Chris also has a strong knowledge of Major League Soccer and National Women’s Soccer League rules and regulations and has assisted with player transfers, sponsorships, endorsements, and investment and ownership advice.
A frequent speaker and prolific writer, Chris has been a go-to source on several sports industry topics for a number of significant media platforms, including Sports Business Journal, the Associated Press, USA Today, Washington Post, New York Times, Chicago Tribune, L.A Times, and Fox Business.
Within the broader advertising and entertainment industries, Chris counsels entities and individuals in the advertising and entertainment industries on all aspects of their businesses, including rights clearance (such as copyright, trademark, and rights of publicity), regulatory matters, and risk assessment.
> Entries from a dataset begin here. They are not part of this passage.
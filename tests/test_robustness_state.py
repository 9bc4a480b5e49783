"""The workbench's robustness state and panel, without a browser."""

import time

import numpy as np
import pytest

from gainboard import core
from gainboard.app.robustness_state import RobustnessState
from gainboard.app.state import DesignState, plant_from_reference

POLES = [-3 + 2j, -3 - 2j, -4, -5]


@pytest.fixture
def cart_state():
    plant, label, text = plant_from_reference("cart_pendulum")
    state = DesignState(plant, plant_label=label, plant_text=text)
    state.set_gain(core.assign_poles(plant, POLES).gain)
    return state


def test_operating_points_follow_the_design(cart_state):
    robust = RobustnessState(cart_state)
    assert [p.name for p in robust.report.points] == ["nominal", "half payload", "full payload",
                                                      "full payload, worn belt"]
    # reference: numpy's eigenvalues of each point's own A − BK
    for point, model in zip(robust.report.points, robust.family.models()):
        expected = np.linalg.eigvals(model.plant.A - model.plant.B @ cart_state.gain)
        assert point.stable == bool(expected.real.max() < 0)
    nominal = robust.common[(0, 0)].per_model["nominal"]
    for low, high in robust.common[(0, 0)].intervals:  # the common range lies inside the nominal one
        assert any(a <= low and high <= b for a, b in nominal.intervals)
    cart_state.set_entry(0, 0, 5.0)  # k11 > 0 tips the cart loop over (outside every stable range)
    assert robust.report.all_stable is False


def test_an_edited_plant_is_no_longer_treated_as_the_family(cart_state):
    robust = RobustnessState(cart_state)
    assert robust.family is not None
    cart_state.sample_plant(0.01)
    assert robust.family is None and "changed after it was loaded" in robust.family_note


def test_sampling_in_the_background_gives_the_cores_figures_and_goes_stale_when_k_changes(cart_state):
    robust = RobustnessState(cart_state)
    robust.param.update(samples=3000, seed=5)
    assert robust.start_sampling()
    robust.wait(60)
    assert robust.running is False and robust.result_is_current
    plan = core.plan_monte_carlo(robust.family, cart_state.gain, samples=3000, seed=5, specs=cart_state.specs,
                                 include_margins=core.margins_needed(cart_state.specs))
    expected = core.run_monte_carlo(plan)
    assert robust.result.stable == expected.stable and robust.result.worst == expected.worst
    cart_state.set_entry(0, 1, float(cart_state.gain[0, 1]) * 1.01)
    assert robust.result_is_current is False


def test_a_cancelled_sampling_reports_it_and_keeps_no_result(cart_state):
    robust = RobustnessState(cart_state)
    robust.samples = 5_000_000
    assert robust.start_sampling()
    assert robust.start_sampling() is False and "already running" in robust.message
    robust.cancel_sampling()
    robust.wait(60)
    assert robust.running is False and robust.result is None and robust.message == "Sampling cancelled."


def test_a_plain_plant_has_no_family_and_refuses_to_sample():
    plant, label, text = plant_from_reference("maglev_ball")
    robust = RobustnessState(DesignState(plant, plant_label=label, plant_text=text))
    assert robust.family is None and "no [parameters]" in robust.family_note
    assert robust.start_sampling() is False and "no [parameters]" in robust.message


def test_background_judging_keeps_only_the_newest_request(cart_state):
    delivered = []
    robust = RobustnessState(cart_state, deliver=lambda function: (delivered.append(1), function()),
                             background=True)
    for factor in (1.01, 1.02, 1.03):
        cart_state.set_entry(0, 1, -18.24 * factor)
    deadline = time.monotonic() + 60
    while robust._working and time.monotonic() < deadline:
        time.sleep(0.02)
    final = robust.report.points[0].evaluation.gain
    np.testing.assert_array_equal(final, cart_state.gain)


def test_the_workbench_shows_the_points_the_cloud_and_the_common_ranges():
    from gainboard.app.workbench import build_workbench

    plant, label, text = plant_from_reference("cart_pendulum")
    page = build_workbench(plant, plant_label=label, plant_text=text)
    workbench = page.workbench
    workbench.state.set_gain(core.assign_poles(plant, POLES).gain)
    panel = workbench.robust_panel
    assert len(panel.points_source.data["x"]) == 4 * 3
    assert "full payload, worn belt" in panel.points_table.object
    assert panel.strips.object.count("<svg") == 4
    # under each gain slider: the values stable at every operating point, with the verdict of the current K
    common = workbench.robust.common[(0, 0)]
    strip = workbench.sliders._controls[(0, 0)].common_strip.object
    assert "at every operating point" in strip and "<svg" in strip
    assert ("✓" in strip) == any(a < workbench.state.gain[0, 0] < b for a, b in common.intervals)
    # the response plot: one shaded band per output of the response shown
    assert len(panel.band_source.data["xs"]) == plant.output_count
    # the checks tab: worst case per spec over the points
    assert "over the operating points" in workbench.checks.family_pane.object
    workbench.robust.samples = 2000
    workbench.robust.start_sampling()
    workbench.robust.wait(60)
    assert len(panel.cloud_source.data["x"]) == 2000 * 4
    assert "never a proof of robustness" in panel.result_box.object
    fraction = f"{workbench.robust.result.stable.fraction:.4f}"
    assert "pass fractions of 2000 sampled models" in workbench.checks.family_pane.object
    assert fraction in workbench.checks.family_pane.object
He structures and negotiates creative services agreements, commercial production agreements, brand and celebrity licensing agreements, sponsorship and event promotion agreements, celebrity talent and on-camera agreements, content distribution agreements, media agreements, and content releases and licenses. He also counsels clients regarding potential and actual litigations arising out of commercials, print advertisements, sweepstakes, contests, and other promotions, magazines, films, television productions, and websites. Further, he has vast experience addressing music issues, including structuring and negotiating master use and sync licenses for commercials, video games, television productions, and films, music distribution agreements, artist/band services, appearance, and promotion agreements, and concert sponsorships.
Chris began his career as a litigator at Clifford Chance Rogers + Wells.